> Requirement:
Note every line in the entries that contains the string "frame", and copy it.

*** Opening of Provided information ***

package server

import (
	"strconv"

	"github.com/labstack/echo/v4"

	"tripwell/forms"
	"tripwell/store"
)

// accuracyCodes are the readings whose accuracy an instrument's form asks for.
var accuracyCodes = []string{"trip_time_ms", "trip_current_ma", "test_current_ma", "ground_ohm"}

func (s *Server) instrumentNew(c echo.Context) error {
	f, err := s.blankForm(nil)
	if err != nil {
		return err
	}
	return s.formBack(c, f, s.instrumentForm(c, nil))
}

func (s *Server) instrumentCreate(c echo.Context) error {
	f, err := s.typedForm(c)
	if err != nil {
		return err
	}
	return s.instrumentSave(c, f, nil)
}

func (s *Server) instrumentEdit(c echo.Context) error {
	i, err := s.instrumentOf(c)
	if err != nil {
		return err
	}
	f, err := s.editForm(instrumentValues(i), nil)
	if err != nil {
		return err
	}
	return s.formBack(c, f, s.instrumentForm(c, &i))
}

func (s *Server) instrumentUpdate(c echo.Context) error {
	i, err := s.instrumentOf(c)
	if err != nil {
		return err
	}
	f, err := s.typedForm(c)
	if err != nil {
		return err
	}
	f.meanwhile(instrumentValues(i))
	return s.instrumentSave(c, f, &i)
}

func (s *Server) instrumentSave(c echo.Context, f *typedForm, i *store.Instrument) error {
	record, subject := f.id(recordField), f.id(subjectField)
	if i != nil {
		subject = i.ID
	}
	set := s.instrumentSet(f)
	if f.ok() {
		var err error
		if len(set) > 0 {
			err = s.append(c, store.Draft{ID: record, Kind: "instrument.set", Log: "org", Subject: subject, Body: f.setBody(set)})
		}
		if err == nil {
			return toPage(c, "/set-up")
		}
		if err := f.takeRefusal(err); err != nil {
			return err
		}
	}
	return s.formBack(c, f, s.instrumentForm(c, i))
}

// instrumentSet reads what an instrument's form may change. Accuracy and ramp are one field each in the register.
func (s *Server) instrumentSet(f *typedForm) map[string]any {
	k, set := s.ink(), map[string]any{}
	f.setText(set, "name", "name", f.needed("name", k.say("office.instrument.name"), 80))
	f.setText(set, "serial", "serial", f.line("serial", 80))
	f.setText(set, "calibration_due", "calibration_due", f.date("calibration_due").String())
	accuracy, touched := map[string]any{}, false
	for _, code := range accuracyCodes {
		percent, plus := f.figure("percent."+code), f.figure("plus."+code)
		touched = touched || f.changed("percent."+code) || f.changed("plus."+code)
		one := map[string]any{}
		if percent != nil {
			one["percent"] = *percent
		}
		if plus != nil {
			one["plus"] = *plus
		}
		if len(one) > 0 {
			accuracy[code] = one
		}
	}
	if touched {
		if set["accuracy"] = accuracy; len(accuracy) == 0 {
			set["accuracy"] = nil
		}
	}
	s.rampSet(f, set)
	s.testerSet(f, set)
	if f.changed("retired") {
		set["retired"] = f.Get("retired") == "yes"
	}
	return set
}

func (s *Server) rampSet(f *typedForm, set map[string]any) {
	rate, step, dwell := f.figure("ramp_rate"), f.figure("ramp_step"), f.figure("ramp_dwell")
	switch {
	case rate != nil && (step != nil || dwell != nil):
		f.refuse("ramp_rate", s.words.Say("office.instrument.ramp_both"))
	case (step == nil) != (dwell == nil):
		f.refuse("ramp_dwell", s.words.Say("office.instrument.ramp_half"))
	}
	if !f.changed("ramp_rate") && !f.changed("ramp_step") && !f.changed("ramp_dwell") {
		return
	}
	switch {
	case rate != nil:
		set["ramp"] = map[string]any{"ma_per_s": *rate}
	case step != nil && dwell != nil:
		set["ramp"] = map[string]any{"step_ma": *step, "dwell_ms": *dwell}
	default:
		set["ramp"] = nil
	}
}

// testerSet reads what is asked of a tester without a current source, and of the gauge kept with an instrument.
func (s *Server) testerSet(f *typedForm, set map[string]any) {
	resistor, volts := f.figure("test_resistor_ohm"), f.figure("test_nominal_v")
	if resistor != nil && volts != nil {
		f.refuse("test_resistor_ohm", s.words.Say("office.instrument.tester_both"))
	}
	f.setFigure(set, "test_resistor_ohm", "test_resistor_ohm", resistor)
	f.setFigure(set, "test_nominal_v", "test_nominal_v", volts)
	gauge, ok := forms.GaugeMass(f.line("retention_gauge", 40))
	if !ok {
		f.refuse("retention_gauge", s.words.Say("office.instrument.gauge_wrong"))
	}
	f.setText(set, "retention_gauge", "retention_gauge", gauge)
}

func instrumentValues(i store.Instrument) map[string]string {
	out := map[string]string{"name": i.Name, "serial": i.Serial, "calibration_due": i.CalibrationDue.String(), "ramp_rate": "", "ramp_step": "", "ramp_dwell": "", "retired": "",
		"test_resistor_ohm": figureOrNone(i.TestResistorOhm), "test_nominal_v": figureOrNone(i.TestNominalV), "retention_gauge": i.RetentionGauge}
	for _, code := range accuracyCodes {
		out["percent."+code], out["plus."+code] = figureOrNone(i.Accuracy[code].Percent), figureOrNone(i.Accuracy[code].Plus)
	}
	if i.Ramp != nil {
		out["ramp_rate"], out["ramp_step"], out["ramp_dwell"] = figureOrNone(i.Ramp.RateMAPerS), figureOrNone(i.Ramp.StepMA), figureOrNone(i.Ramp.DwellMS)
	}
	if i.Retired {
		out["retired"] = "yes"
	}
	return out
}

func figureOrNone(v float64) string {
	if v == 0 {
		return ""
	}
	return strconv.FormatFloat(v, 'f', -1, 64)
}

func (s *Server) instrumentOf(c echo.Context) (found store.Instrument, err error) {
	err = s.store.View(scope(c), func(v *store.View) error {
		all, err := v.Instruments()
		for _, i := range all {
			if i.ID == c.Param("instrument") {
				found = i
				return nil
			}
		}
		if err != nil {
			return err
		}
		return refuse(codeNotFound, "", s.words.Say("office.instrument.unknown"))
	})
	return found, err
}

func (s *Server) instrumentForm(c echo.Context, i *store.Instrument) formPage {
	k := s.ink()
	accuracy := fieldGroup{Legend: k.say("office.instrument.group_accuracy"), Note: k.say("office.instrument.accuracy_note")}
	for _, code := range accuracyCodes {
		accuracy.Fields = append(accuracy.Fields,
			field{Name: "percent." + code, Label: k.say("office.instrument.percent", "name", k.reading(code)), Type: "number", Unit: "%"},
			field{Name: "plus." + code, Label: k.say("office.instrument.plus", "name", k.reading(code)), Type: "number", Unit: k.named("unit", unitOf(code))})
	}
	p := formPage{
		Frame: s.frame(c, k.say("office.instrument.new"), "set-up"), Crumbs: []link{{Href: "/set-up", Text: k.say("office.setup.title")}},
		Heading: k.say("office.instrument.new_head"), Action: "/instruments", Submit: k.say("office.instrument.save"), Cancel: "/set-up",
		Groups: []fieldGroup{
			{Legend: k.say("office.instrument.group_what"), Fields: []field{
				{Name: "name", Label: k.say("office.instrument.name"), Hint: k.say("office.instrument.name_hint"), Required: true},
				{Name: "serial", Label: k.say("office.instrument.serial")},
				{Name: "calibration_due", Label: k.say("office.instrument.calibration"), Type: "date"},
			}},
			accuracy,
			{Legend: k.say("office.instrument.group_ramp"), Note: k.say("office.instrument.ramp_note"), Fields: []field{
				{Name: "ramp_rate", Label: k.say("office.instrument.rate"), Type: "number", Unit: "mA/s"},
				{Name: "ramp_step", Label: k.say("office.instrument.step"), Type: "number", Unit: k.named("unit", "mA")},
				{Name: "ramp_dwell", Label: k.say("office.instrument.dwell"), Type: "number", Unit: k.named("unit", "ms")},
			}},
			{Legend: k.say("office.instrument.group_tester"), Note: k.say("office.instrument.tester_note"), Fields: []field{
				{Name: "test_resistor_ohm", Label: k.say("office.instrument.resistor"), Type: "number", Unit: k.named("unit", "ohm")},
				{Name: "test_nominal_v", Label: k.say("office.instrument.at_voltage"), Type: "number", Unit: k.named("unit", "V")},
				{Name: "retention_gauge", Label: k.say("office.instrument.gauge"), Hint: k.say("office.instrument.gauge_hint")},
			}},
		},
	}
	if i != nil {
		p.Frame, p.Heading = s.frame(c, i.Name, "set-up"), k.say("office.instrument.edit_head", "name", i.Name)
		p.Action = "/instruments/" + i.ID
		p.Groups[0].Fields = append(p.Groups[0].Fields, field{Name: "retired", Label: k.say("office.instrument.retired"), Hint: k.say("office.instrument.retired_hint"), Type: "check"})
	}
	return p
}

// instrumentRow is an instrument in the list of the set-up page.
type instrumentRow struct {
	Href, Name, Serial, Calibration, Ramp string
	Late                                  bool
	Accuracy                              []string
}

func (s *Server) instrumentRow(i store.Instrument, today forms.Day) instrumentRow {
	k := s.ink()
	row := instrumentRow{Name: i.Name, Serial: i.Serial, Calibration: k.day(i.CalibrationDue)}
	row.Href = "/instruments/" + i.ID + "/past"
	if i.CalibrationDue != forms.NoDay && i.CalibrationDue < today {
		row.Late, row.Calibration = true, k.say("office.instrument.overdue", "day", row.Calibration)
	}
	if i.Retired {
		row.Late, row.Calibration = false, k.say("office.instrument.retired")
	}
	for _, code := range sortedKeys(i.Accuracy) {
		a := i.Accuracy[code]
		plus := k.amount(number(a.Plus), unitOf(code))
		switch {
		case a.Percent != 0 && a.Plus != 0:
			row.Accuracy = append(row.Accuracy, k.say("office.instrument.accuracy_line", "name", k.reading(code), "percent", number(a.Percent), "plus", plus))
		case a.Percent != 0:
			row.Accuracy = append(row.Accuracy, k.say("office.instrument.accuracy_percent", "name", k.reading(code), "percent", number(a.Percent)))
		default:
			row.Accuracy = append(row.Accuracy, k.say("office.instrument.accuracy_plus", "name", k.reading(code), "plus", plus))
		}
	}
	switch r := i.Ramp; {
	case r == nil:
		row.Ramp = dash
	case r.RateMAPerS != 0:
		row.Ramp = k.amount(number(r.RateMAPerS), "mA/s")
	default:
		row.Ramp = k.say("office.instrument.ramp_step", "step", k.amount(number(r.StepMA), "mA"), "dwell", k.amount(number(r.DwellMS), "ms"))
	}
	return row
}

*** Close of Provided information ***

> Task result:
		Frame: s.frame(c, k.say("office.instrument.new"), "set-up"), Crumbs: []link{{Href: "/set-up", Text: k.say("office.setup.title")}},
		p.Frame, p.Heading = s.frame(c, i.Name, "set-up"), k.say("office.instrument.edit_head", "name", i.Name)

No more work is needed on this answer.